In the spirit of our TLS shared values radical of honesty and openness, this week’s meeting will be a planning session where core group members and the larger HAL network will collaboratively envision an upcoming workshop on “mutual aid storytelling.” TLS is an ongoing and evolving process of collectively creating a learning community and we want to make that in-process aspect visible to everyone who participates. Join us to see what horizontal and sustainable workshop development can look like and gather tools and resources for your own efforts.
This session is free and open to the public.
This session will explore ways that sharing stories — whether individual, community, or broader structural histories — supports ongoing mutual aid and organizing efforts. Led by organizers of mutual aid in cities from Newark to Miami to Milwaukee, the workshop will explore what mutual aid is and how it’s different from charity or social service; how story sharing is central to sustaining and growing mutual aid; who storytelling is for and how history/memory can support mutual aid; and what roles people from different subject positions (students, organizers, faculty, local residents) can play. It will explore “mutual aid storytelling” as a practice for this moment and offer ways to ground learning spaces in holistic listening and healing practices.
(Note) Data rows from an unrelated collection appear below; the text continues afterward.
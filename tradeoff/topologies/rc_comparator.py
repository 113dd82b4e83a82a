"""RC hold with a micropower comparator and voltage reference.

Circuit: the start charges the hold capacitor c_hold to the logic rail V0; it then discharges through
r_hold (and its own leakage, the comparator's input bias current, an optional shunt and any board-surface
leakage the brief states). The capacitor drives the comparator's + input; the - input sits on a fixed
threshold divider (R_TOP from the reference, R_BOTTOM to ground) with a hysteresis resistor R_HYST from
the output MOSFET's drain, an inverted copy of the comparator output. While timing, the output is high,
the MOSFET conducts and its drain is near 0 V: the threshold is
    V_th = (V_ref/R_TOP + V_drain/R_HYST) / (1/R_TOP + 1/R_BOTTOM + 1/R_HYST)
When the capacitor falls to V_th + offset the output goes low, the drain rises to the supply
and lifts the threshold by about V_s·(R_TOP ∥ R_BOTTOM)/R_HYST: snap action, and the capacitor
must be recharged above the raised threshold to start again.

The divider is fixed (not a value role): the threshold is set once by the reference and the
ratio, and the optimiser picks r_hold and c_hold, which set the delay
    t = C ∫ dV / i(V) from V_th to V0,  i(V) = V/r_hold + leakage(V) + I_bias (+ shunt, + board surface)
(tradeoff.devices.quadrature.discharge_integral_s, in u = ln V). With no leakage and no bias this is
t = r_hold·c_hold·ln(V0/V_th). Both comparator inputs carry a bias current of either sign up to the class's
limit at the sample's ambient (tradeoff.devices.comparator.input_bias_limit_a): the + input's drains or feeds
the capacitor, the reference input's shifts the threshold node by I·(R_top ∥ R_bottom ∥ R_hyst).

The delay is monotone in every spread quantity but the ambient (each lengthens or shortens it): a
bias current into the capacitor lengthens the delay more at a hot ambient, while leakage and a bias
out of it shorten it more there. The optimiser's table (`comparator_tables`) therefore takes, for each of the two
extreme corners of the other quantities, the extreme over both ambient ends; evaluate() searches every corner
and agrees (a test scans the ambient densely).
"""
from __future__ import annotations

import math
from typing import Mapping

import numpy as np

from tradeoff.analysis import Uncertain
from tradeoff.errors import DesignKeyError
from tradeoff.selection import SelectionModel
from tradeoff.devices import capacitor
from tradeoff.devices.comparator import input_bias_limit_a, threshold_node_ohm, threshold_v
from tradeoff.devices.mosfet import on_state_drop_v
from tradeoff.devices.quadrature import discharge_integral_s, evaluate_in_chunks
from tradeoff.topologies import bands, hold_state, logic
from tradeoff.topologies.base import BomLine, Design, Finding, Role, Standby, Topology, Waveform
from tradeoff.topologies.comparator_tables import comparator_selection
from tradeoff.topologies.ic_common import value_lines
from tradeoff.units import format_quantity as fq

__all__ = ["RcComparator", "R_TOP_OHM", "R_BOTTOM_OHM", "R_HYST_OHM", "HYSTERESIS_MIN_V"]

R_TOP_OHM = 1e6
"""Threshold divider, reference side [ohm]."""
R_BOTTOM_OHM = 1e6
"""Threshold divider, ground side [ohm] (with R_TOP: about half the reference)."""
R_HYST_OHM = 10e6
"""Hysteresis resistor from the output MOSFET's drain to the threshold node [ohm]."""
HYSTERESIS_MIN_V = 20e-3
"""Smallest threshold step for clean switching [V] (common practice: well above noise and offset drift)."""
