def rc_block(name, values, spread=0.05, **extra):
    """A block of delay contributions `values` [s] with a symmetric worst-case spread."""
    v = np.asarray(values, dtype=float)
    n = len(v)
    columns = {"r": v, "delay_lo": v * (1 - spread), "delay_nom": v, "delay_hi": v * (1 + spread),
               "cost": np.full(n, 0.1), "placements": np.ones(n), "lines": np.ones(n),
               "during_a": np.full(n, 1e-3), "after_a": np.full(n, 1e-9)}
    columns.update({k: np.broadcast_to(np.asarray(x, dtype=float), (n,)) for k, x in extra.items()})
    return Block(name, pd.DataFrame(columns), roles=("r",))


def reasons(model, band, limits=NO_LIMITS):
    result = SelectionProblem(model, band, limits, EQUAL_WEIGHTS).solve()
    assert result.status == "Infeasible"
    return result.reasons


def test_band_out_of_reach_names_the_best_delay():
    model = SelectionModel("t", "sum", [rc_block("hold", [10, 20, 40])])
    # Longest worst-case shortest delay: 40 s · 0.95 = 38 s, below the band's 60 s.
    assert reasons(model, (60, 70)) == ["even the longest-delay candidates time out too early: the worst-case "
                                       "shortest delay reaches at most 38 s; the band's minimum is 1 min"]
    assert "at least 10.5 s; the band's maximum is 8 s" in reasons(model, (5, 8))[0]
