"""CMOS 14-stage ripple counters clocked by an oscillator: an RC oscillator built from the
counter's two on-chip inverters (`rc-counter`), or a 32.768 kHz crystal (`crystal-counter`).

The output of stage N goes high after 2^(N−1) oscillator periods (4060-type datasheets); only
the stages the class brings out can be used (4 to 10 and 12 to 14). For longer delays a stage L
(`link_stage`, normally 14) of each counter clocks the next one on its falling edge, so counter
j (0 the first) counts floor(count/2^(L·j)) and its stage N shows bit N − 1 + L·j of the period
count. One output (the last counter's stage N) ends the timing after 2^(N − 1 + L·cascade)
periods; a diode-AND of two or three outputs (option `decode`, one small diode per output and a
pull-up; common practice) ends it when all are high at once, first at count Σ 2^(bit) (binary
counting), so delays between the powers of two are reachable.
A diode from that output (or the AND node) to the first counter's oscillator input stops the
oscillator at the timeout (the latch). After it the supply carries the counters' quiescent
current, the latch current the diode pushes through the oscillator's resistors (through the
pull-up too when decoded: all decoded outputs are high, their diodes block, so the pull-up
carries only the latch current; while timing a low output sinks the pull-up current), the
load switch's off-state leakage and the regulator's quiescent current. A power-on RC on the
reset pins (or a push-button) starts the count from zero.

Logic rail (tradeoff.topologies.logic): the counter runs from the supply when it is inside its
rating (regulated or not: the count does not depend on VDD); otherwise from a regulator rail
(two rails; its quiescent current stays after the timeout). Load switch, on while the output is
low: a small PNP high side, or a P-MOSFET high side for loads above the PNP's rating (gate and
drain ratings, I²·R_DS(on) against its derated dissipation); from a rail below the supply the
output's high level cannot turn a high-side switch off, so a PNP at the rail drives a low-side
N-MOSFET (logic.py's driver).

RC oscillator (two inverters with threshold Vt, Rt, Ct and series resistor Rs ≈ 2·Rt; standard
circuit analysis): T = Rt·Ct·F(Vt/VDD), F(v) = ln((1+v)/v) + ln((2−v)/(1−v)), F(1/2) = 2.197.
The class's datasheet constant k (f = 1/(k·Rt·Ct)) fixes the period at the typical threshold;
the threshold's spread scales it by F(v)/F(v_typ). F is smallest at v = 1/2, an interior point
the corner search is told about.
Free and open to the public.
This session will build on our growing exploration of the role of storytelling in mutual aid and other non-hierarchical organizing efforts. We will be joined by Tara Taylor of the mutual aid project Helpful Jellyfish based in Philadelphia who will help ground us in the slow work of shifting our deeply embedded ideas of what our own story is and what it can be. Together we will reflect on how to challenge “trauma porn” narratives, re-work our stories to have real material change in our lives, and better connect to each other through our shared experiences.
Free and open to the public.
This session will be shaped by our core participants out of our shared efforts.
Details TBD.
Community Mural Making with Kira at Newark Water Coalition. Everyone will get to design their own mural as well as work on a group mural. Themes include respect for the planet and making art from materials in our environment.